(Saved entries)

import { ORIGIN_MARK, cellNumber, cellText, formatValue } from '../sheet-format';
import type { SheetColumnGroup, SheetModel, SheetSetting } from '../sheet.types';

/** The sheet's tables: one setting per row, and the ranked candidates by column group. */

export function SettingsTable({ caption, items }: { caption: string; items: SheetSetting[] }) {
  return (
    <table className="sheet-settings">
      <caption>{caption}</caption>
      <tbody>
        {items.length === 0 ? (
          <tr>
            <td colSpan={2}>none recorded</td>
          </tr>
        ) : (
          items.map((s) => (
            <tr key={s.label}>
              <th scope="row">{s.label}</th>
              <td>
                {typeof s.value === 'number' ? formatValue(s.value) : s.value}
                {s.unit ? ` ${s.unit}` : ''}
              </td>
            </tr>
          ))
        )}
      </tbody>
    </table>
  );
}

export const GROUPS: { id: SheetColumnGroup; caption: string }[] = [
  { id: 'formation', caption: 'Salt formation, tablet mass and moisture' },
  {
    id: 'solubility',
    caption: 'Solubility across pH 1.2–6.8 and in gastric fluid (ICH M9 dose numbers)',
  },
  { id: 'energetics', caption: 'Enthalpies of the dissolution cycle (compare between candidates)' },
];

export function RankedTable({
  model,
  group,
  caption,
  withFlags,
}: {
  model: SheetModel;
  group: SheetColumnGroup;
  caption: string;
  withFlags: boolean;
}) {
  const columns = model.columns.filter((c) => c.group === group);
  if (columns.length === 0 && !withFlags) return null;
  return (
    <table className={`sheet-ranking sheet-ranking-${group}`}>
      <caption>{caption}</caption>
      <thead>
        <tr>
          <th scope="col">Rank</th>
          <th scope="col">Candidate</th>
          {columns.map((c) => (
            <th scope="col" key={c.key} title={c.hint}>
              {c.label}
              {c.unit ? <span className="sheet-unit">{` (${c.unit})`}</span> : null}
            </th>
          ))}
          {withFlags ? <th scope="col">Flags</th> : null}
        </tr>
      </thead>
      <tbody>
        {[...(model.freeForm ? [model.freeForm] : []), ...model.rows].map((r) => (
          <tr
            key={r.id}
            data-candidate-id={r.id}
            className={r === model.freeForm ? 'sheet-free-form' : undefined}
          >
            <td className="num">{r.rank ?? '—'}</td>
            <th scope="row" className="sheet-candidate">
              {r.label}
            </th>
            {columns.map((c) => {
              const cell = r.cells[c.key];
              const origin = cell?.origin ? ORIGIN_MARK[cell.origin] : null;
              return (
                <td
                  key={c.key}
                  className={c.kind === 'number' ? 'num' : undefined}
                  data-col={c.key}
                  data-value={
                    typeof cell?.value === 'number' ? String(cellNumber(cell)) : undefined
                  }
                >
                  {cellText(cell)}
                  {origin && cell?.value !== null ? (
                    <>
                      {' '}
                      <abbr className={`sheet-origin origin-${cell?.origin}`} title={origin.words}>
                        {origin.mark}
                      </abbr>
                    </>
                  ) : null}
                </td>
              );
            })}
            {withFlags ? (
              <td className="sheet-flags">{r.flags.length ? r.flags.join('; ') : '—'}</td>
            ) : null}
          </tr>
        ))}
      </tbody>
    </table>
  );
}
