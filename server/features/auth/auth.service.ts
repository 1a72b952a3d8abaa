/** Accounts: registration, password reset by e-mailed one-time token. */
import { Op, type Sequelize } from 'sequelize';
import type { Models } from '../../db/models/index.ts';
import { hashPassword, type HashCost } from '../../auth/password.ts';
import { hashToken, newToken } from '../../auth/tokens.ts';
import { HttpError } from '../../http/HttpError.ts';
import type { Mailer } from '../mail/mailer.ts';

/** How long a reset link works. */
export const RESET_TOKEN_TTL_MS = 60 * 60 * 1000;

export function createAuthService(sequelize: Sequelize, models: Models, mailer: Mailer, publicUrl: string, cost: HashCost) {
  return {
    async register(input: { email: string; name: string; password: string }): Promise<Express.User> {
      const passwordHash = await hashPassword(input.password, cost);
      const [user, created] = await models.User.findOrCreate({
        where: { email: input.email },
        defaults: { email: input.email, name: input.name, passwordHash },
      });
      if (!created) throw new HttpError(409, 'email_taken', 'An account with this e-mail already exists; sign in or reset the password.');
      return { id: user.id, email: user.email, name: user.name };
    },

    /** Sends a reset link when the account exists; says nothing either way, so e-mails cannot be probed. */
    async requestPasswordReset(email: string): Promise<void> {
      const user = await models.User.findOne({ where: { email } });
      if (!user) return;
      const { token, hash } = newToken();
      await models.PasswordReset.create({ userId: user.id, tokenHash: hash, expiresAt: new Date(Date.now() + RESET_TOKEN_TTL_MS) });
      await mailer.send({
        to: user.email,
        subject: 'Reset your Casewright password',
        text: [
          `Hello ${user.name},`,
          '',
          'Someone asked to reset the password of your Casewright account. To choose a new one, open this link within an hour:',
          '',
          `${publicUrl}/reset-password?token=${token}`,
          '',
          'The link works once. If you did not ask for this, ignore this message; your password stays as it is.',
        ].join('\n'),
      });
    },

    /** Set a new password with a reset token; the token then stops working and every session of the account ends. */
    async confirmPasswordReset(token: string, password: string): Promise<void> {
      const passwordHash = await hashPassword(password, cost);
      await sequelize.transaction(async (transaction) => {
        const reset = await models.PasswordReset.findOne({
          where: { tokenHash: hashToken(token), usedAt: null, expiresAt: { [Op.gt]: new Date() } },
          lock: transaction.LOCK.UPDATE,
          transaction,
        });
        if (!reset) throw new HttpError(400, 'invalid_token', 'token: this reset link is unknown, already used or expired; ask for a new one.', [{ path: 'token', message: 'unknown, used or expired' }]);
        await reset.update({ usedAt: new Date() }, { transaction });
        await models.User.update({ passwordHash }, { where: { id: reset.userId }, transaction });
        await sequelize.query(`DELETE FROM session WHERE sess->'passport'->>'user' = :userId`, { replacements: { userId: reset.userId }, transaction });
      });
    },
  };
}

export type AuthService = ReturnType<typeof createAuthService>;
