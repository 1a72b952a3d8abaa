/**
 * Board feet: 1 board foot = 144 in³ (12 × 12 × 1 in); BF = T(in) × W(in) × L(ft) / 12, and
 * stock under 1 in thick counts as 1 in (National Hardwood Lumber Association rules,
 * secondary). Casewright counts rough sizes, the thickness already rounded up to the quarter.
 */
import type { BoardFeetRow, Part } from '../types.ts';

const MM_PER_IN = 25.4;

/** Board feet of one board `thicknessIn` × `widthIn` × `lengthIn` (inches); under 1 in thick counts as 1 in. */
export function boardFeet(thicknessIn: number, widthIn: number, lengthIn: number): number {
  return (Math.max(1, thicknessIn) * widthIn * lengthIn) / 144;
}

/** Board feet of the solid parts, per species and stock thickness, from rough sizes. */
export function boardFeetBySpecies(parts: readonly Part[]): { bySpecies: BoardFeetRow[]; total: number } {
  const rows = new Map<string, { speciesName: string; byThickness: Record<string, number>; total: number }>();
  for (const part of parts) {
    if (part.material.kind !== 'solid') continue;
    const bf = part.quantity * boardFeet(part.rough.quarters / 4, part.rough.widthMm / MM_PER_IN, part.rough.lengthMm / MM_PER_IN);
    const row = rows.get(part.material.speciesId) ?? { speciesName: part.material.speciesName, byThickness: {}, total: 0 };
    const key = `${part.rough.quarters}/4`;
    row.byThickness[key] = (row.byThickness[key] ?? 0) + bf;
    row.total += bf;
    rows.set(part.material.speciesId, row);
  }
  const bySpecies = [...rows.entries()].map(([speciesId, r]) => ({ speciesId, speciesName: r.speciesName, byThickness: r.byThickness, total: r.total }));
  return { bySpecies, total: bySpecies.reduce((s, r) => s + r.total, 0) };
}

*What to produce*: Set down, exactly as they stand above, the lines starting with the line with "await sequelize.transaction(async (transaction)" and going on through the line with "usedAt: new Date()", and no others.

*Written reply*:
      await sequelize.transaction(async (transaction) => {
        const reset = await models.PasswordReset.findOne({
          where: { tokenHash: hashToken(token), usedAt: null, expiresAt: { [Op.gt]: new Date() } },
          lock: transaction.LOCK.UPDATE,
          transaction,
        });
        if (!reset) throw new HttpError(400, 'invalid_token', 'token: this reset link is unknown, already used or expired; ask for a new one.', [{ path: 'token', message: 'unknown, used or expired' }]);
        await reset.update({ usedAt: new Date() }, { transaction });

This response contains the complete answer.